>>>
def _top(values: list[float], count: int) -> float:
    return math.fsum(sorted(values, reverse=True)[:max(0, int(count))])


def _active_pairs(inst: PlanningInstance, v: int, a: int, span: int) -> int:
    """Most pair booleans of systems v and a on at once: each of v's N_v channels meets at most
    min(2 span + 1, N_a) of a's within `span` channels, and the other way round."""
    nv, na = int(inst.sizes[v]), int(inst.sizes[a])
    return min(nv * min(2 * span + 1, na), na * min(2 * span + 1, nv))


def rounding_excess(objective: Objective, mv: ModelVars, inst: PlanningInstance, scale: Scale):
    """(weighted, per_victim): the most by which rounding the costs to integers raises the scaled objective of
    any plan above its real value times `scale.factor`, for the weighted sum and for each victim's own
    unweighted share (worst-system objective, loss ceilings). Terms rounded down only lower it, so only the
    exact excess of terms rounded up counts (`Scale.excess`), and only as many of them as a plan can switch on
    at once: N_v channel terms per system, and per pair of systems the pair booleans their counts allow."""
    memo: dict[float, float] = {}

    def up(value: float) -> float:
        if value not in memo:
            memo[value] = scale.excess(value)
        return memo[value]

    n = inst.n_systems
    node_w: list[list[float]] = [[] for _ in range(n)]
    node_own: list[list[float]] = [[] for _ in range(n)]
    for (v, _), (wc, own) in objective.costs.node.items():
        node_w[v].append(up(wc))
        node_own[v].append(up(own))
    groups: dict[tuple[int, int], tuple[list, list, list, list]] = {}
    for cost in objective.costs.pair:
        pair = mv.z[cost.index]
        w, to_v, to_a, span = groups.setdefault((pair.v, pair.a), ([], [], [], [0]))
        w.append(up(cost.weighted))
        to_v.append(up(cost.to_victim))
        to_a.append(up(cost.to_source))
        span[0] = max(span[0], abs(pair.c - pair.c2))
    parts = [_top(node_w[v], inst.sizes[v]) for v in range(n)]
    per_victim = [[_top(node_own[v], inst.sizes[v])] for v in range(n)]
    for (v, a), (w, to_v, to_a, span) in groups.items():
        most = _active_pairs(inst, v, a, span[0])
        parts.append(_top(w, most))
        per_victim[v].append(_top(to_v, most))
        per_victim[a].append(_top(to_a, most))
    return math.fsum(parts), np.array([math.fsum(p) for p in per_victim])
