def _family_orders(prep: PreparedSite, hop_sets, members: list[int], seed: int, spacing: int,
                   first_component: int) -> tuple[list[Sequence], list[str]]:
    out, notes = [], []
    ids = [s.id for s in prep.site.systems]
    held = max(1, sum(hop_sets[v].size for v in members))
    for ci, comp in enumerate(_components(hop_sets, members)):
        union = np.unique(np.concatenate([hop_sets[v] for v in comp]))
        p = hopping.prime_at_least(max(2, union.size))
        rng = random.Random(f"{seed}:{ci}:{union.size}")
        labels = rng.sample(range(p), union.size)  # the common relabelling: channel -> label
        multipliers = [1 + (i % (p - 1)) if p > 2 else 1 for i in range(len(comp))]
        family = CommonRelabelling(union, labels, p, [hop_sets[v] for v in comp], multipliers, spacing)
        family.repair(rng, RESPACE_WORK * sum(hop_sets[v].size for v in comp) // held)
        orders = [family.order(m) for m in range(len(comp))]
        counted = hopping.max_coincidences_between(orders, FAMILY_CHECK_WORK)
        measured = None if counted is None else int(counted.max())
        # no deletion: [1] holds exactly, which stands in for the count when that would be too much work
        whole = union.size == p and all(hop_sets[v].size == p for v in comp) and len(comp) < p
        one = len(comp) > 1 and (measured == 1 or (measured is None and whole))
        short = [ids[v] for m, v in enumerate(comp) if orders[m].size > 1 and family.min_gap(m) < family.aim[m]]
        if short:
            shared = ("; the sequences keep one common relabelling of their family (relabelling each separately "
                      "would add coincidences between them)" if len(comp) > 1 else "")
            notes.append(f"{', '.join(short)}: consecutive hops closer than the {spacing}-channel spacing asked for "
                         f"in places{shared}; see each order's closest step")
        for m, v in enumerate(comp):
            out.append(Sequence(system=v, channels=orders[m], construction="one-coincidence" if one else
                                "linear congruence", component=first_component + ci, prime=p, member=multipliers[m],
                                required_spacing=spacing, family_max_coincidences=measured))
    return out, notes
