def _pieces(prep: PreparedSite, v: int, orders, losses: ChannelLosses,
            lay: _Layout) -> list[tuple[str, np.ndarray]]:
    """(source id, loss probability (J, M, H)) of every source that can hit v along the order."""
    site = prep.site
    system = site.systems[v]
    order_v = np.asarray(orders[v])
    col = losses.column(order_v[lay.hops % order_v.size])
    shape = lay.hops.shape
    flat = lay.hops.reshape(shape[0], -1)
    out = []
    for a, link in enumerate(prep.links[v]):
        if link is None or not losses.systems[a].any():
            continue
        src = site.systems[a]
        if orders[a] is None:
            x = losses.systems[a][col]
        else:
            order_a = np.asarray(orders[a])
            phase = np.zeros(shape[0]) if link.aligned else lay.phase[:, a] * order_a.size * src.dwell_s
            pair = system_bands(prep, v, [a])
            within = band_counts(order_v, order_a, pair.widths[0], flat, phase, system.dwell_s,
                                 system.packet_airtime_s, src.dwell_s, src.packet_airtime_s,
                                 rows=(losses.channels, col.reshape(flat.shape)))
            x = 1.0 - survival_given_phase(within, pair.hit([prep.activity[a]])[0]).reshape(shape)
        if x.any():
            out.append((src.id, x))
    for k, link in enumerate(prep.interferer_links[v]):
        if not losses.interferers[k].any():
            continue
        x = losses.interferers[k][col]
        if link.overlap is None and link.activity_fraction > 0:
            x = np.where(lay.interferer_on[:, k][:, None, None], x / link.activity_fraction, 0.0)
        if x.any():
            out.append((site.interferers[k].id, np.minimum(x, 1.0)))
    return out


def _fade_matrices(prep: PreparedSite, v: int, order_v: np.ndarray, hops: np.ndarray, g: int, fade: float,
                   sigma_tau: float) -> tuple[np.ndarray, np.ndarray]:
    """(A (J, M, H, 2, 2) into each message hop, G (J, M, 2, 2) over the idle hops after each message), read
    from one transition per position of the order (they depend on the two channels only)."""
    fading = prep.site.systems[v].fading
    size = order_v.size
    df = np.abs(order_v - np.roll(order_v, 1)) * prep.spacing_hz  # into position t from t - 1
    rho = hopping.envelope_correlation(df, sigma_tau)
    if fading.model == "rayleigh":
        into = fade_transitions(fade, rho)
    elif fading.model == "rician" and 0.0 < fade < 1.0:
        threshold = 10.0 ** (-float(prep.fade_margin_db[v]) / 10.0)
        into = rician_fade_transitions(fade, threshold, 10.0 ** (fading.k_factor_db / 10.0), rho)
    else:
        into = np.empty((size, 2, 2))
        into[:, :, 0], into[:, :, 1] = 1.0 - fade, fade
    idle = g - hops.shape[2]
    if idle > GAP_HOPS:
        gap_at = np.broadcast_to(np.array([[1.0 - fade, fade], [1.0 - fade, fade]]), (size, 2, 2))
    else:
        gap_at = np.broadcast_to(np.eye(2), (size, 2, 2)).copy()  # after a message ending at position p
        positions = np.arange(size)
        for i in range(1, idle + 1):
            gap_at = chain.mm(gap_at, into[(positions + i) % size])
    return into[hops % size], gap_at[hops[:, :, -1] % size]


@dataclass(frozen=True)
class _Run:
    delivered: np.ndarray  # (J, R)
    lost_attempts: np.ndarray  # (J, R)
    rates: np.ndarray  # (J, N) runs reaching n per message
<<<
Task item:
Reproduce all the records. Keep them exact, please.

Problem solution:
def _top(values: list[float], count: int) -> float:
    return math.fsum(sorted(values, reverse=True)[:max(0, int(count))])


def _active_pairs(inst: PlanningInstance, v: int, a: int, span: int) -> int:
    """Most pair booleans of systems v and a on at once: each of v's N_v channels meets at most
    min(2 span + 1, N_a) of a's within `span` channels, and the other way round."""
    nv, na = int(inst.sizes[v]), int(inst.sizes[a])
    return min(nv * min(2 * span + 1, na), na * min(2 * span + 1, nv))


def rounding_excess(objective: Objective, mv: ModelVars, inst: PlanningInstance, scale: Scale):
    """(weighted, per_victim): the most by which rounding the costs to integers raises the scaled objective of
    any plan above its real value times `scale.factor`, for the weighted sum and for each victim's own
    unweighted share (worst-system objective, loss ceilings). Terms rounded down only lower it, so only the
    exact excess of terms rounded up counts (`Scale.excess`), and only as many of them as a plan can switch on
    at once: N_v channel terms per system, and per pair of systems the pair booleans their counts allow."""
    memo: dict[float, float] = {}

    def up(value: float) -> float:
        if value not in memo:
            memo[value] = scale.excess(value)
        return memo[value]

    n = inst.n_systems
    node_w: list[list[float]] = [[] for _ in range(n)]
    node_own: list[list[float]] = [[] for _ in range(n)]
    for (v, _), (wc, own) in objective.costs.node.items():
        node_w[v].append(up(wc))
        node_own[v].append(up(own))
    groups: dict[tuple[int, int], tuple[list, list, list, list]] = {}
    for cost in objective.costs.pair:
        pair = mv.z[cost.index]
        w, to_v, to_a, span = groups.setdefault((pair.v, pair.a), ([], [], [], [0]))
        w.append(up(cost.weighted))
        to_v.append(up(cost.to_victim))
        to_a.append(up(cost.to_source))
        span[0] = max(span[0], abs(pair.c - pair.c2))
    parts = [_top(node_w[v], inst.sizes[v]) for v in range(n)]
    per_victim = [[_top(node_own[v], inst.sizes[v])] for v in range(n)]
    for (v, a), (w, to_v, to_a, span) in groups.items():
        most = _active_pairs(inst, v, a, span[0])
        parts.append(_top(w, most))
        per_victim[v].append(_top(to_v, most))
        per_victim[a].append(_top(to_a, most))
    return math.fsum(parts), np.array([math.fsum(p) for p in per_victim])
def _family_orders(prep: PreparedSite, hop_sets, members: list[int], seed: int, spacing: int,
                   first_component: int) -> tuple[list[Sequence], list[str]]:
    out, notes = [], []
    ids = [s.id for s in prep.site.systems]
    held = max(1, sum(hop_sets[v].size for v in members))
    for ci, comp in enumerate(_components(hop_sets, members)):
        union = np.unique(np.concatenate([hop_sets[v] for v in comp]))
        p = hopping.prime_at_least(max(2, union.size))
        rng = random.Random(f"{seed}:{ci}:{union.size}")
        labels = rng.sample(range(p), union.size)  # the common relabelling: channel -> label
        multipliers = [1 + (i % (p - 1)) if p > 2 else 1 for i in range(len(comp))]
        family = CommonRelabelling(union, labels, p, [hop_sets[v] for v in comp], multipliers, spacing)
        family.repair(rng, RESPACE_WORK * sum(hop_sets[v].size for v in comp) // held)
        orders = [family.order(m) for m in range(len(comp))]
        counted = hopping.max_coincidences_between(orders, FAMILY_CHECK_WORK)
        measured = None if counted is None else int(counted.max())
        # no deletion: [1] holds exactly, which stands in for the count when that would be too much work
        whole = union.size == p and all(hop_sets[v].size == p for v in comp) and len(comp) < p
        one = len(comp) > 1 and (measured == 1 or (measured is None and whole))
        short = [ids[v] for m, v in enumerate(comp) if orders[m].size > 1 and family.min_gap(m) < family.aim[m]]
        if short:
            shared = ("; the sequences keep one common relabelling of their family (relabelling each separately "
                      "would add coincidences between them)" if len(comp) > 1 else "")
            notes.append(f"{', '.join(short)}: consecutive hops closer than the {spacing}-channel spacing asked for "
                         f"in places{shared}; see each order's closest step")
        for m, v in enumerate(comp):
            out.append(Sequence(system=v, channels=orders[m], construction="one-coincidence" if one else
                                "linear congruence", component=first_component + ci, prime=p, member=multipliers[m],
                                required_spacing=spacing, family_max_coincidences=measured))
    return out, notes
def _pieces(prep: PreparedSite, v: int, orders, losses: ChannelLosses,
            lay: _Layout) -> list[tuple[str, np.ndarray]]:
    """(source id, loss probability (J, M, H)) of every source that can hit v along the order."""
    site = prep.site
    system = site.systems[v]
    order_v = np.asarray(orders[v])
    col = losses.column(order_v[lay.hops % order_v.size])
    shape = lay.hops.shape
    flat = lay.hops.reshape(shape[0], -1)
    out = []
    for a, link in enumerate(prep.links[v]):
        if link is None or not losses.systems[a].any():
            continue
        src = site.systems[a]
        if orders[a] is None:
            x = losses.systems[a][col]
        else:
            order_a = np.asarray(orders[a])
            phase = np.zeros(shape[0]) if link.aligned else lay.phase[:, a] * order_a.size * src.dwell_s
            pair = system_bands(prep, v, [a])
            within = band_counts(order_v, order_a, pair.widths[0], flat, phase, system.dwell_s,
                                 system.packet_airtime_s, src.dwell_s, src.packet_airtime_s,
                                 rows=(losses.channels, col.reshape(flat.shape)))
            x = 1.0 - survival_given_phase(within, pair.hit([prep.activity[a]])[0]).reshape(shape)
        if x.any():
            out.append((src.id, x))
    for k, link in enumerate(prep.interferer_links[v]):
        if not losses.interferers[k].any():
            continue
        x = losses.interferers[k][col]
        if link.overlap is None and link.activity_fraction > 0:
            x = np.where(lay.interferer_on[:, k][:, None, None], x / link.activity_fraction, 0.0)
        if x.any():
            out.append((site.interferers[k].id, np.minimum(x, 1.0)))
    return out


def _fade_matrices(prep: PreparedSite, v: int, order_v: np.ndarray, hops: np.ndarray, g: int, fade: float,
                   sigma_tau: float) -> tuple[np.ndarray, np.ndarray]:
    """(A (J, M, H, 2, 2) into each message hop, G (J, M, 2, 2) over the idle hops after each message), read
    from one transition per position of the order (they depend on the two channels only)."""
    fading = prep.site.systems[v].fading
    size = order_v.size
    df = np.abs(order_v - np.roll(order_v, 1)) * prep.spacing_hz  # into position t from t - 1
    rho = hopping.envelope_correlation(df, sigma_tau)
    if fading.model == "rayleigh":
        into = fade_transitions(fade, rho)
    elif fading.model == "rician" and 0.0 < fade < 1.0:
        threshold = 10.0 ** (-float(prep.fade_margin_db[v]) / 10.0)
        into = rician_fade_transitions(fade, threshold, 10.0 ** (fading.k_factor_db / 10.0), rho)
    else:
        into = np.empty((size, 2, 2))
        into[:, :, 0], into[:, :, 1] = 1.0 - fade, fade
    idle = g - hops.shape[2]
    if idle > GAP_HOPS:
        gap_at = np.broadcast_to(np.array([[1.0 - fade, fade], [1.0 - fade, fade]]), (size, 2, 2))
    else:
        gap_at = np.broadcast_to(np.eye(2), (size, 2, 2)).copy()  # after a message ending at position p
        positions = np.arange(size)
        for i in range(1, idle + 1):
            gap_at = chain.mm(gap_at, into[(positions + i) % size])
    return into[hops % size], gap_at[hops[:, :, -1] % size]


@dataclass(frozen=True)
class _Run:
    delivered: np.ndarray  # (J, R)
    lost_attempts: np.ndarray  # (J, R)
    rates: np.ndarray  # (J, N) runs reaching n per message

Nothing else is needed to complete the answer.